Endogenous PPP2R1A colocalizes with RAB8 or RAB9 in vivo.

(A–C) Confocal microscopy of HeLa cells fixed, permeabilized and stained with anti-PPP2R1A (red) and anti-RAB7 or anti-RAB8 or anti-RAB9 (green). Yellow color indicates colocalization of the two proteins (PPP2R1A and RAB8 or PPP2R1A and RAB9). (D) Quantitative analysis of the percentage of colocalization was performed and results are reported in the graph as mean values ± s.e.m (see also Material and Methods). The statistical analysis was performed with a Student’s t test (n.s. = not significant).

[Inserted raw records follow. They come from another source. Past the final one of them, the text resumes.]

/// CSV: one row per (setting, tracker, sequence, run): the case's score and d^p per step; with
/// classes, a `class` column after `run` (empty on the rows for all classes).
pub fn write_cases_csv<W: Write>(out: &mut W, comparison: &Comparison) -> std::io::Result<()> {
    let with_classes = comparison.cases.iter().any(|c| c.class.is_some());
    writeln!(
        out,
        "cutoff,order,switch_penalty,tracker,sequence,run,{}metric,total,localisation,missed,false,switching,missed_count,false_count,switch_count,integral,steps,per_step{}",
        if with_classes { "class," } else { "" },
        ospa2_csv_header(has_ospa2(comparison))
    )?;
    for c in &comparison.cases {
        let (p, s) = (&c.params, &c.score);
        let class = match &c.class {
            Some(class) => format!("{},", csv_text(class.name().unwrap_or(""))),
            None => String::new(),
        };
        writeln!(
            out,
            "{},{},{},{},{},{},{class}{},{},{},{},{},{},{},{},{},{},{},{}{}",
            p.cutoff,
            p.order,
            p.switch_penalty,
            csv_text(&c.tracker),
            csv_text(&c.sequence),
            csv_text(&c.run),
            s.metric,
            s.total,
            s.parts.localization,
            s.parts.missed,
            s.parts.false_,
            s.parts.switching,
            s.parts.missed_count,
            s.parts.false_count,
            s.parts.switch_count,
            s.integral,
            s.steps,
            c.per_step,
            ospa2_csv(s.ospa2)
        )?;
    }
    Ok(())
}

/// CSV: one row per (cut-off and order, sequence, tracker, step) of the Monte Carlo summaries.
pub fn write_steps_csv<W: Write>(out: &mut W, comparison: &Comparison) -> std::io::Result<()> {
    write_steps_csv_timed(out, comparison, None)
}

/// [`write_steps_csv`], with an `input_time` column after `time` (the step in the input's time
/// units, as in `switchyard steps`) when a step size is given.
pub fn write_steps_csv_timed<W: Write>(
    out: &mut W,
    comparison: &Comparison,
    time_step: Option<f64>,
) -> std::io::Result<()> {
    let timed = if time_step.is_some() {
        ",input_time"
    } else {
        ""
    };
    writeln!(
        out,
        "cutoff,order,sequence,tracker,time{timed},runs,mean,rms,localisation,missed,false,missed_count,false_count"
    )?;
    for block in &comparison.monte_carlo {
        let before_time = format!(
            "{},{},{},{},",
            block.cutoff,
            block.order,
            csv_text(&block.sequence),
            csv_text(&block.tracker)
        );
        let after_time = |s: &StepOverRuns| {
            format!(
                ",{},{},{},{},{},{},{},{}\n",
                s.runs,
                s.mean,
                s.rms,
                s.localization,
                s.missed,
                s.false_,
                s.missed_count,
                s.false_count
            )
        };
        // The rows of a run of empty steps differ only in their time: the rest is formatted once.
        for stretch in block.steps.stretches() {
            let (first, last, rest) = match stretch {
                Stretch::Occupied(s) => (s.time, s.time, after_time(s)),
                Stretch::Empty { first, last } => {
                    (first, last, after_time(&block.steps.empty_step(first)))
                }
            };
            for time in first..=last {
                out.write_all(before_time.as_bytes())?;
                write_step(out, time)?;
                if let Some(dt) = time_step {
                    write!(out, ",{}", input_time(time, dt))?;
                }
                out.write_all(rest.as_bytes())?;
            }
        }
    }
    Ok(())
}
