/// Solves one component. `cost` measures an assignment's cost in gain form from its weights;
/// `progress` is told the iterations done.
pub fn solve(
    problem: &Problem,
    settings: &Settings,
    cost: &(dyn Fn(&[PairAssignment]) -> f64 + Sync),
    progress: &(dyn Fn(usize) + Sync),
) -> Outcome {
    let Problem {
        pairs,
        members,
        window,
        cutoff_power,
        switch_cost,
        scale,
    } = *problem;
    let model = Model::new(pairs, members, window, cutoff_power, switch_cost);
    let slots = model.slot_len.len();
    let mut mu = vec![0.0; slots];
    let mut paths_time = Duration::ZERO;
    let mut repair_time = Duration::ZERO;
    let tolerance = |upper: f64| tolerance(upper, scale);

    let started = Instant::now();
    let prefix = model.prefix(&mu);
    let index_order: Vec<usize> = (0..model.truths.len()).collect();
    let mut best_paths = model.repair(&index_order, &mu, &prefix, None);
    let mut best_pairs = model.assignment(&best_paths, pairs, members);
    let mut upper = cost(&best_pairs);
    repair_time += started.elapsed();

    let mut lower = f64::NEG_INFINITY;
    // The prices of the best bound, as its priced slots (every other price is 0).
    let mut best_mu: Vec<(usize, f64)> = Vec::new();
    let mut theta: f64 = 1.0;
    let mut stalled = 0;
    // Bounds of the current round of iterations: the step grows when they rose every time and
    // shrinks when they zig-zagged without a better bound.
    let mut rising = 0usize;
    let mut previous_bound = f64::NEG_INFINITY;
    let mut iterations = 0;
    let mut count = vec![0i32; slots];
    // The deflected direction of the last step (0 off the rows it moved).
    let mut direction = vec![0.0f64; slots];
    // The truths' latest shortest paths and their priced costs, and which estimates' prices
    // moved since (all, before the first iteration).
    let mut paths: Vec<Vec<Run>> = vec![Vec::new(); model.truths.len()];
    let mut path_costs = vec![0.0; model.truths.len()];
    let mut changed = vec![true; model.estimates.len()];
    let mut prefix = vec![0.0; slots + model.estimates.len()];
    // Slots over capacity, slots priced (mu > 0), both (this step's and the last), in slot order.
    let mut over: Vec<usize> = Vec::new();
    let mut priced_slots: Vec<usize> = Vec::new();
    let mut active: Vec<usize> = Vec::new();
    let mut previous_active: Vec<usize> = Vec::new();
    let mut slot_estimate = vec![0u32; slots];
    for (e, range) in model.estimates.iter().enumerate() {
        slot_estimate[range.clone()].fill(e as u32);
    }
    let cells = model.gains.len().max(1) as u64;
    let allowed = settings
        .max_iterations
        .min((settings.max_work / cells).max(settings.min_iterations as u64) as usize);
    while iterations < allowed {
        iterations += 1;
        let started = Instant::now();
        for (e, &moved) in changed.iter().enumerate() {
            if moved {
                model.refresh_prefix(&mu, &mut prefix, e);
            }
        }
        // Only the truths with an estimate whose prices moved: the others' shortest paths
        // read the same prices as at their last solve, so they are kept as they are.
        let stale: Vec<usize> = (0..model.truths.len())
            .filter(|&t| model.touches(t, &changed))
            .collect();
        let fresh: Vec<(f64, Vec<Run>)> = stale
            .par_iter()
            .map_init(Scratch::default, |scratch, &t| {
                model.shortest_path(t, &mu, &prefix, None, scratch)
            })
            .collect();
        for (&t, (value, runs)) in stale.iter().zip(fresh) {
            path_costs[t] = value;
            paths[t] = runs;
        }
        changed.iter_mut().for_each(|c| *c = false);
        paths_time += started.elapsed();
        // Sums over the priced slots only, in slot order: the same sums as over every slot, whose
        // other terms are 0.
        let priced: f64 = priced_slots
            .iter()
            .map(|&s| mu[s] * model.slot_len[s])
            .sum();
        let bound = path_costs.iter().sum::<f64>() - priced;
        if bound > lower {
            if bound > lower + tolerance(upper) {
                stalled = 0;
            }
            lower = bound;
            best_mu.clear();
            best_mu.extend(priced_slots.iter().map(|&s| (s, mu[s])));
        } else {
            stalled += 1;
        }
        if bound > previous_bound {
            rising += 1;
        } else {
            rising = 0;
        }
        previous_bound = bound;
        count.iter_mut().for_each(|c| *c = 0);
        over.clear();
        for runs in &paths {
            model.occupy(runs, &mut count, &mut over);
        }
        if over.is_empty() {
            let assignment = model.assignment(&paths, pairs, members);
            let value = cost(&assignment);
            if value < upper {
                upper = value;
                best_pairs = assignment;
                best_paths = paths.clone();
            }
        }
        if upper - lower > tolerance(upper) && iterations % settings.repair_every.max(1) == 0 {
            let started = Instant::now();
            let mut by_value: Vec<usize> = (0..model.truths.len()).collect();
            // Truths that gain most first, then in index order.
            let values: Vec<f64> = paths
                .iter()
                .map(|runs| {
                    runs.iter()
                        .map(|r| {
                            let p = &model.pairs[r.pair as usize];
                            (r.first..=r.last)
                                .map(|k| model.gains[p.offset + (k - p.first) as usize])
                                .sum::<f64>()
                        })
                        .sum()
                })
                .collect();
            by_value.sort_by(|&a, &b| values[a].total_cmp(&values[b]).then(a.cmp(&b)));
            // The two orders at once; the first is preferred on a tie, as when run in turn.
            let route = |order: &[usize]| {
                let repaired = model.repair(order, &mu, &prefix, Some(&paths));
                let assignment = model.assignment(&repaired, pairs, members);
                let value = cost(&assignment);
                (repaired, assignment, value)
            };
            let (first, second) = rayon::join(|| route(&by_value), || route(&index_order));
            for (repaired, assignment, value) in [first, second] {
                if value < upper {
                    upper = value;
                    best_pairs = assignment;
                    best_paths = repaired;
                }
            }
            repair_time += started.elapsed();
        }
        progress(iterations);
        if upper - lower <= tolerance(upper) {
            break;
        }
        if stalled >= 20 {
            theta /= 2.0;
            stalled = 0;
            if theta < 1e-7 {
                break;
            }
        } else if rising >= 10 {
            // Ten better bounds in a row: the steps are short of the optimum; lengthen them.
            theta = (theta * 1.5).min(2.0);
            rising = 0;
        }
        // Projected Polyak step on the rows that are over capacity or priced (`active`, in slot
        // order; every other slot keeps its price 0 and its direction 0).
        over.sort_unstable();
        previous_active.clone_from(&active);
        active.clear();
        let (mut i, mut j) = (0, 0);
        while i < priced_slots.len() || j < over.len() {
            let next = match (priced_slots.get(i), over.get(j)) {
                (Some(&p), Some(&o)) => p.min(o),
                (Some(&p), None) => p,
                (None, Some(&o)) => o,
                (None, None) => unreachable!(),
            };
            i += usize::from(priced_slots.get(i) == Some(&next));
            j += usize::from(over.get(j) == Some(&next));
            active.push(next);
        }
        let mut norm = 0.0;
        for &s in &active {
            let g = (count[s] - 1) as f64;
            norm += model.slot_len[s] * g * g;
        }
        if norm == 0.0 {
            // Every row within capacity and every priced row full: the paths are feasible and
            // complementary, so their cost equals the bound.
            break;
        }
        // Deflected direction: d = g + beta d_previous, where the new subgradient turns back
        // against the previous direction (P. M. Camerini, L. Fratta, F. Maffioli, "On improving
        // relaxation methods by modified gradient techniques", Mathematical Programming Study 3,
        // 1975). It damps the zig-zag of plain steps on long crowded
        // components; only after `deflect_after` plain steps, which most components never reach.
        for &s in &previous_active {
            if count[s] <= 1 && mu[s] <= 0.0 {
                direction[s] = 0.0;
            }
        }
        let mut gd = 0.0;
        let mut dd = 0.0;
        for &s in &active {
            let g = (count[s] - 1) as f64;
            gd += model.slot_len[s] * g * direction[s];
            dd += model.slot_len[s] * direction[s] * direction[s];
        }
        let beta = if iterations > settings.deflect_after && gd < 0.0 && dd > 0.0 {
            -DEFLECTION * gd / dd
        } else {
            0.0
        };
        let mut dnorm = 0.0;
        for &s in &active {
            direction[s] = (count[s] - 1) as f64 + beta * direction[s];
            dnorm += model.slot_len[s] * direction[s] * direction[s];
        }
        if dnorm == 0.0 {
            // The two cancel exactly: a plain step.
            for &s in &active {
                direction[s] = (count[s] - 1) as f64;
            }
            dnorm = norm;
        }
        let length = theta * (upper - bound).max(tolerance(upper)) / dnorm;
        priced_slots.clear();
        for &s in &active {
            let moved = (mu[s] + length * direction[s]).max(0.0);
            changed[slot_estimate[s] as usize] |= moved != mu[s];
            mu[s] = moved;
            if moved > 0.0 {
                priced_slots.push(s);
            }
        }
    }
    drop(best_paths);
    let certified = upper - lower <= tolerance(upper);
    let reduced_costs = if certified {
        Vec::new()
    } else {
        let reversed = Model::reversed(pairs, members, window, cutoff_power, switch_cost);
        let mut prices = vec![0.0; slots];
        for &(s, m) in &best_mu {
            prices[s] = m;
        }
        model.reduced_costs(&reversed, &prices)
    };
    Outcome {
        scale,
        reduced_costs,
        pairs: best_pairs,
        upper,
        lower: lower.min(upper),
        iterations,
        certified,
        paths_time,
        repair_time,
        cells: model.gains.len(),
    }
}
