#[cfg(test)]
mod tests {
    use super::*;
    use clap::CommandFactory;

    #[test]
    fn command_line_definition_is_consistent() {
        Cli::command().debug_assert();
    }

    #[test]
    fn exact_budgets_parse_or_explain() {
        assert_eq!(
            parse_budget("30s"),
            Ok(ExactBudget::Seconds(std::time::Duration::from_secs(30)))
        );
        assert_eq!(
            parse_budget("0.5s"),
            Ok(ExactBudget::Seconds(std::time::Duration::from_millis(500)))
        );
        assert_eq!(
            parse_budget("0s"),
            Ok(ExactBudget::Seconds(std::time::Duration::ZERO))
        );
        assert_eq!(parse_budget("5000nodes"), Ok(ExactBudget::Nodes(5000)));
        assert_eq!(parse_budget("0nodes"), Ok(ExactBudget::Nodes(0)));
        for bad in [
            "", "30", "-1s", "nans", "infs", "1e30s", "1.5nodes", "-3nodes", "s", "nodes", "3m",
        ] {
            assert!(parse_budget(bad).is_err(), "{bad:?} was accepted");
        }
    }
}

Next we examined the close association of PPP2R1A with RAB7, as negative control, RAB8 and RAB9 at endogenous levels using the in situ Proximity Ligation Assay (PLA). This technique allows monitoring interactions of endogenous proteins directly in individual cells at single-molecule resolution16. Significant number of proximity signals (dots) per cell was detected only in sample incubated with anti-PPP2R1A and anti-RAB8 antibodies (Fig. 4A) or with anti-PPP2R1A and anti-RAB9 antibodies (Fig. 4B–E,F), but not in the ones incubated with anti-PPP2R1A and anti-RAB7 antibodies (Fig. 4C–E,F). As negative control, the samples were incubated with each of the three antibodies (anti-PPP2R1A or anti-RAB9 or anti-RAB9 antibodies) alone and no proximity signal was detected, indicating the reliability of our experimental approach (Fig. 4D).

Figure 4
figure 4

Identification of endogenous PPP2R1A and RAB8 or RAB9 complexes with in situ PLA.

(A–C) HeLa cells were were fixed, permeabilized, reacted with anti-PPP2R1A and anti-RAB7 or anti-RAB8 or anti-RAB9, or with only one of these antibodies as negative controls (D). PLA was performed to visualize PPP2R1A-RAB interacting complexes: each red spot represents a single protein-protein interaction. Nuclei were stained with DAPI. Cells were analyzed by confocal immunofluorescence microscopy. Images for each condition are shown and representative regions were selected and magnified. The number of fluorescent red dots was quantified on at least 100 cells per condition, using the Blobfinder V3.2 software. Results are shown as mean of the number of PLA dots per cell (E) and as percentage of cells with the indicated number of dots (F). The statistical analysis was performed with a Student’s t test (n.s. =  not significant).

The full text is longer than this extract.